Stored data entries
------------------------------

"""What to order and to make, in one list, and how it goes together, step by step."""

from __future__ import annotations

import math
from collections.abc import Iterator

from chainsim.analysis.advice import STALL_RESERVE
from chainsim.analysis.drive import duty
from chainsim.report.build_case import Case
from chainsim.report.build_drive import CONTINUOUS_SHARE, running_torque
from chainsim.report.build_line import DRAWN, PRACTICE, Line, Part
from chainsim.report.build_spares import spare_parts
from chainsim.report.build_takeup import movable_axles, travel_of
from chainsim.report.layout_notes import mount_text
from chainsim.units import format_si

BALLS_BESIDE = 2.0
"""Balls on the way round beside those that ride, as a share of these (dimensionless): a track
brings them back; our choice."""


def order_part(case: Case) -> Part:
    """List what to order and to make.

    Parameters
    ----------
    case : Case
        The lift.
    """
    lines = [*_chain_lines(case), *_wheel_lines(case), *_takeup_lines(case), *_drive_lines(case)]
    lines += _ball_lines(case)
    return Part(
        "order",
        "What to order and to make",
        "Quantities with spares; each part is told in full further down. The frame, its fixing, "
        "guards and the track are not part of this sheet.",
        tuple(lines),
    )


def _chain_lines(case: Case) -> Iterator[Line]:
    chain, every = case.scenario.chain, 1
    if case.scenario.carriers is not None:
        every = case.scenario.carriers.every
    n = case.lift.n_links
    yield Line(
        "chain links",
        n + spare_parts(n, every),
        "1",
        DRAWN,
        f"{n} and {spare_parts(n, every)} spare; pitch {1e3 * chain.pitch:g} mm, rollers "
        f"{1e3 * chain.roller_diameter:g} mm, {format_si(chain.link_mass, 'mass')} a link, good for "
        f"{format_si(chain.allowable_tension, 'force')}; with what joins them to a loop",
        digits=6,
    )
    if case.scenario.carriers is not None:
        count = len(case.lift.carrier_links)
        yield Line(
            "carriers",
            count + spare_parts(count),
            "1",
            DRAWN,
            f"{count} and {spare_parts(count)} spare; "
            f"{format_si(case.scenario.carriers.mass, 'mass')} each; to make, see its drawing",
        )


def _wheel_lines(case: Case) -> Iterator[Line]:
    for k, (wheel, part) in enumerate(zip(case.lift.wheels, case.scenario.sprocket, strict=True)):
        bore = f"bore {1e3 * part.axle_diameter:g} mm"
        if wheel.teeth:
            what = f"{wheel.teeth} teeth, pitch circle {2e3 * wheel.radius:.3f} mm, {bore}; to cut"
        else:
            what = f"smooth, {2e3 * part.roller_radius:.2f} mm across, {bore}"
        yield Line(f"sprocket {wheel.name}", 1, "1", DRAWN, what)
        role = "turned by the drive" if k == case.driven else "runs in its bearing"
        axle = f"{1e3 * part.axle_diameter:g} mm across; {role}; {mount_text(part.mount)}"
        yield Line(f"axle with bearing, {wheel.name}", 1, "1", DRAWN, axle)


def _takeup_lines(case: Case) -> Iterator[Line]:
    for k in movable_axles(case):
        mount, name = case.scenario.sprocket[k].mount, case.lift.wheels[k].name
        guides = {
            "hung": "free up and down, kept from turning and from swinging out of the plane"
            if mount.free == "y"
            else "free up, down and sideways, kept from swinging out of the plane",
            "sliding": "on a straight slide",
            "spring": f"on a straight slide with a spring of {mount.rate or 0.0:.4g} N/m",
            "counterweight": "on a straight slide with cord, pulley and counterweight of "
            f"{format_si(mount.weight or 0.0, 'mass')}",
            "arm": "on an arm that swings about its pivot",
        }
        low, high = travel_of(case, k).ends
        yield Line(
            f"take-up, {name}",
            1,
            "1",
            DRAWN,
            f"{guides[mount.kind]}; weighs {format_si(mount.mass, 'mass')} in all, sprocket and axle "
            f"included; travel of at least {1e3 * (high - low):.1f} mm",
        )


def _drive_lines(case: Case) -> Iterator[Line]:
    drive = case.scenario.drive
    rpm = case.rate * 30.0 / math.pi
    if drive.motor is None:
        load, (_, closed) = case.simulated(duty), running_torque(case)
        torque = load.rms_torque if load else closed
        stall = max(
            STALL_RESERVE * (torque or 0.0), load.peak_torque / CONTINUOUS_SHARE if load else 0.0
        )
        need = f"{rpm:.1f} rev/min under load"
        if torque:
            need += (
                f", {1e3 * torque / CONTINUOUS_SHARE:.3g} mN m all day, {1e3 * stall:.3g} mN m at "
                "stall"
            )
        yield Line("gearmotor", 1, "1", DRAWN, f"{need}; see motor duty")
    else:
        motor = drive.motor
        yield Line(
            "motor with gear",
            1,
            "1",
            DRAWN,
            f"{motor.supply:g} V, {motor.no_load_speed * 30 / math.pi:.4g} rev/min without load, "
            f"{1e3 * motor.stall_torque:.3g} mN m at stall, gear {motor.gear_ratio:g} to 1; "
            f"{rpm:.1f} rev/min at the sprocket",
        )
    if drive.shaft.length is not None and drive.shaft.diameter is not None:
        shaft = drive.shaft
        yield Line(
            "shaft",
            1,
            "1",
            DRAWN,
            f"{1e3 * shaft.length:g} mm long, {1e3 * shaft.diameter:g} mm {shaft.material or 'steel'}, "
            f"{shaft.supports} bearings, 2 couplings",
        )
    extras = (
        (drive.backstop, "backstop", "keeps the driven sprocket from turning back"),
        (drive.overrunning, "overrunning clutch", "passes torque forward only"),
        (drive.polarity == "rectified", "rectifier", "in the motor's supply: either polarity runs it "
         "forward"),
    )  # fmt: skip
    for is_there, item, text in extras:
        if is_there:
            yield Line(item, 1, "1", DRAWN, text)


def _ball_lines(case: Case) -> Iterator[Line]:
    balls = case.scenario.balls
    if balls is None:
        return
    aboard = float(case.sized.load.balls.sum()) if case.sized else 1.0
    count = math.ceil((1.0 + BALLS_BESIDE) * aboard)
    note = (
        f"{1e3 * balls.diameter:g} mm {balls.material or ''}, {format_si(balls.mass, 'mass')}; "
        f"{aboard:.1f} ride at a time, the rest is on the way round ({PRACTICE})"
    )
    yield Line("balls", count, "1", DRAWN, note)
    if balls.discharge is not None:
        mouth = f"mouth {1e3 * balls.discharge.mouth:g} mm"
        yield Line("discharge chute", 1, "1", DRAWN, f"{mouth}; its place is told with the balls")
    if balls.feed.kind != "every pocket":
        item = {"set down": "feeder that sets balls down", "chute": "feeding chute"}
        yield Line(item.get(balls.feed.kind, "feeding trough"), 1, "1", DRAWN, "see the balls")


def assembly_steps(case: Case) -> list[str]:
    """Say how the lift goes together.

    Parameters
    ----------
    case : Case
        The lift.

    Returns
    -------
    list of str
        Steps in their order, with figures.
    """
    n, movable = case.lift.n_links, movable_axles(case)
    driven = case.lift.wheels[case.driven].name
    steps = [
        "Lay all parts out and count them against the first list. Measure the check square of each "
        "printed drawing before anything is cut from it.",
        "Set the fixed axles to their places, level and parallel, sprockets in one plane.",
    ]
    if movable:
        names = " and ".join(case.lift.wheels[k].name for k in movable)
        steps.append(
            f"Mount {names} so that it is free along its way over the whole travel told, with the "
            "catching stop in place; hold it up."
        )
    if case.scenario.carriers is not None:
        carriers = case.scenario.carriers
        where = "the links listed" if carriers.at else f"every {carriers.every} links"
        up = "lips up on the strand that rises, pockets outward"
        steps.append(f"Fit the carriers to the open chain, one on {where}: {up}.")
    order = ", ".join(case.lift.wheel_names)
    steps.append(
        f"Lay the chain round {order}, in this order of travel, and close it at {n} links."
    )
    for k in movable:
        mount, new = case.scenario.sprocket[k].mount, travel_of(case, k).new
        steps.append(
            f"Let {case.lift.wheels[k].name} down gently until the chain carries it "
            f"({mount_text(mount)}); it comes to stand {1e3 * new + 0.0:+.1f} mm from its place on "
            "the drawing, the same within the band of the checks."
        )
    if not movable:
        steps.append("Set the screwed axle until the chain is taut without being strained.")
    side = "counterclockwise" if not case.is_from_back else "clockwise"
    if case.scenario.sprocket[case.driven].side == "outside":
        side = "clockwise" if side == "counterclockwise" else "counterclockwise"
    view = "behind" if case.is_from_back else "the front"
    steps += [
        f"Turn {driven} by hand one whole turn of the chain, {side} seen from {view}: nothing may "
        "touch, and no carrier may catch.",
        "Couple the motor with the end play told, and check its direction before the chain is on it.",
        "Fit the guards. Then go through the checks at commissioning, first empty, then with balls.",
    ]
    return steps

------------------------------

The expected answer is every line in the data above that carries the string "item".

- **Result for this task**:
    for is_there, item, text in extras:
            yield Line(item, 1, "1", DRAWN, text)
        item = {"set down": "feeder that sets balls down", "chute": "feeding chute"}
        yield Line(item.get(balls.feed.kind, "feeding trough"), 1, "1", DRAWN, "see the balls")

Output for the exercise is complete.